TASK BRIEF – A single figure is the whole answer: the number of lines in the records that contain "rounded".

RECORDS –
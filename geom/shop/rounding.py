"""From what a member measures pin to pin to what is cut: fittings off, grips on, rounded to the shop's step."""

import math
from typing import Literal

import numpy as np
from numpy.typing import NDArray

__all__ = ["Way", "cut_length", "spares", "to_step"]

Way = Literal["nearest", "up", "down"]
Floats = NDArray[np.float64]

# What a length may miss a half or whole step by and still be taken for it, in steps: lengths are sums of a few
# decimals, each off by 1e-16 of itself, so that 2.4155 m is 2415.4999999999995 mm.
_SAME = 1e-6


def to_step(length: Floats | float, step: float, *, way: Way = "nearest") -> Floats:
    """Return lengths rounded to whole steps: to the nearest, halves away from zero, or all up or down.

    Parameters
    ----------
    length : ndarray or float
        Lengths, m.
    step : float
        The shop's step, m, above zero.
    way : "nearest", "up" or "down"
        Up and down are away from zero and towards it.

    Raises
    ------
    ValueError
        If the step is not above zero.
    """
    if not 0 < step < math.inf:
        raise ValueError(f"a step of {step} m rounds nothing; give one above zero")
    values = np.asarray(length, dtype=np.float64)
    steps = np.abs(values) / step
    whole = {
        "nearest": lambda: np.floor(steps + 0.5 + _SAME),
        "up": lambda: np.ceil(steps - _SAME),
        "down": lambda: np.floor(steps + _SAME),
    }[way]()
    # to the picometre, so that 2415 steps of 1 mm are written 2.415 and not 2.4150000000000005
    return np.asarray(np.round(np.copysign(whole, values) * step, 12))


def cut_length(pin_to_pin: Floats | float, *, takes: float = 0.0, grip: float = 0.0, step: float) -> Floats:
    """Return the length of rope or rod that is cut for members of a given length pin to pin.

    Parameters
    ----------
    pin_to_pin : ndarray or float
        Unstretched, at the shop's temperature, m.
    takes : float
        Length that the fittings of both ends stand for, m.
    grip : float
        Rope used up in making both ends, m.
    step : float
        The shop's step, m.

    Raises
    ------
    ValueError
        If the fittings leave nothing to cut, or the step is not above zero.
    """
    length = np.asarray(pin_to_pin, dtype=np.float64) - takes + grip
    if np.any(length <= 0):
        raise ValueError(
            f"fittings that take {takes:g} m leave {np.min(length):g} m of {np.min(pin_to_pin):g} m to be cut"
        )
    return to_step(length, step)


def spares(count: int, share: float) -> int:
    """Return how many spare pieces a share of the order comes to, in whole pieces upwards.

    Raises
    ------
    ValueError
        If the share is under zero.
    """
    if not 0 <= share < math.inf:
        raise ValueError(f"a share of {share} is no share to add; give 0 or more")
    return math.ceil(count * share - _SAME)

RESULT OF THE TASK – 2